This was also the ep with the Dennis Lehane cameo -- at least, I'm fairly certain that was Dennis Lehane.

UPDATED: Now, am fairly uncertain it was Dennis Lehane, as surely someone else would have noticed. Let's say that there was a guy with Lehane's hairline who seemed to be doing a cameo behind the equipment desk in this episode.

tuesday morning

Tuesday Hangovers
1. Terry shares the wisdom of Bono. "Very good," Bono says, "is the enemy of great. You think great is right next door. It's not. It's in another country."
2. Charles McGrath talks to Michael Crichton, who asserts some pretty whack shit (note: at least this is one example of a writer interview where the looks of a male writer are mentioned):
Sitting in his hotel room, he had at hand a stack of photocopied graphs and articles, but he seldom needed to refer to them as he patiently explained what he thinks is wrong with the theory of global warming: temperatures have not increased at anything like the rate that was originally predicted, and temperature data are not especially reliable to begin with; back in the 70's we were worried about global cooling. He was particularly dismissive of the various computer models for climate change, saying, "You have to remember, I come from an experience where you can use a computer to make a photo-realistic dinosaur, and I know that isn't real."

He began idly looking at temperature records about three years ago, he explained, and even after he became convinced that climate changes were impossible to predict and the threat of global warming much less than environmentalists were claiming, he resisted writing about it. "I didn't want the hassle," he said, adding that at first he didn't see a way to turn his findings into a novel. "My message is there isn't a problem," he said. "That's not a very good message - it's not a smash-bang one."
Michael Crichton, global warming expert?
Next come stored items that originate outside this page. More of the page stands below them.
"use client";

import { useState, type InputHTMLAttributes, type Ref } from "react";
import { TextField } from "@/components/ui/field";

interface PasswordFieldProps extends Omit<InputHTMLAttributes<HTMLInputElement>, "type"> {
  id: string;
  label: string;
  hint?: string;
  error?: string;
  ref?: Ref<HTMLInputElement>;
}

/** A password input with a show/hide toggle (a real button, reachable by keyboard). */
export function PasswordField(props: PasswordFieldProps) {
  const [visible, setVisible] = useState(false);
  return (
    <div className="relative">
      <TextField {...props} type={visible ? "text" : "password"} className="pr-16" />
      <button
        type="button"
        onClick={() => setVisible((v) => !v)}
        aria-pressed={visible}
        aria-controls={props.id}
        className="absolute right-1 top-[1.6rem] px-2 py-1 text-xs text-foam-600 hover:text-foam-800"
      >
        {visible ? "Hide" : "Show"}
      </button>
    </div>
  );
}
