"use client";

import { useEffect, useState } from "react";
import { TextLink } from "@/components/ui/text-link";
import { apiFetch, errorMessage } from "@/lib/client/api-fetch";
import type { InvitationInfo } from "@/lib/client/api-types";
import { AcceptInviteForm } from "./accept-invite-form";

type State = { kind: "loading" } | { kind: "ready"; invitation: InvitationInfo } | { kind: "failed"; message: string };

/** Looks the invitation up (GET /api/invitations/[token]) and shows the accept form, or why the link does not work. */
export function InvitationLoader({ token }: { token: string }) {
  const [state, setState] = useState<State>({ kind: "loading" });

  useEffect(() => {
    const ctrl = new AbortController();
    apiFetch<InvitationInfo>(`/api/invitations/${encodeURIComponent(token)}`, { signal: ctrl.signal })
      .then((invitation) => setState({ kind: "ready", invitation }))
      .catch((err: unknown) => {
        if (ctrl.signal.aborted) return;
        setState({ kind: "failed", message: errorMessage(err) });
      });
    return () => ctrl.abort();
  }, [token]);

  if (state.kind === "loading") return <p role="status" className="text-sm text-kraft-700">Checking the invitation…</p>;
  if (state.kind === "failed") {
    return (
      <div className="flex flex-col gap-3 text-sm">
        <p role="alert" className="font-medium text-ember-700">
          This invitation cannot be used: {state.message}
        </p>
        <p className="text-kraft-700">Invitations expire, and each works once. Ask the shop owner to send a new one.</p>
        <TextLink href="/sign-in">Go to sign in</TextLink>
      </div>
    );
  }
  return <AcceptInviteForm token={token} invitation={state.invitation} />;
}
Carl Zimmer at The Loom points to analysis of State of Fear by an actual scientific expert on climate at Real Climate:
The inevitable conclusion of the book is that global warming is a non-problem. A lesson for our times maybe? Unfortunately, I think not.

Like the recent movie “The Day After Tomorrow", the novel addresses real scientific issues and controversies, but is similarly selective (and occasionally mistaken) about the basic science. I will discuss a selection of the global warming-related issues that are raised in between the car chases, shoot-outs, cannibalistic rites and assorted derring-do. The champion of Crichton’s scientific view is a MIT academic-turned-undercover operative who clearly runs intellectual rings around other characters. The issues are raised as conversations and Q and A sessions between him (and other ‘good guys’) and two characters; an actor (not a very clever chap) and a lawyer (a previously duped innocent), neither of whom know much about the science.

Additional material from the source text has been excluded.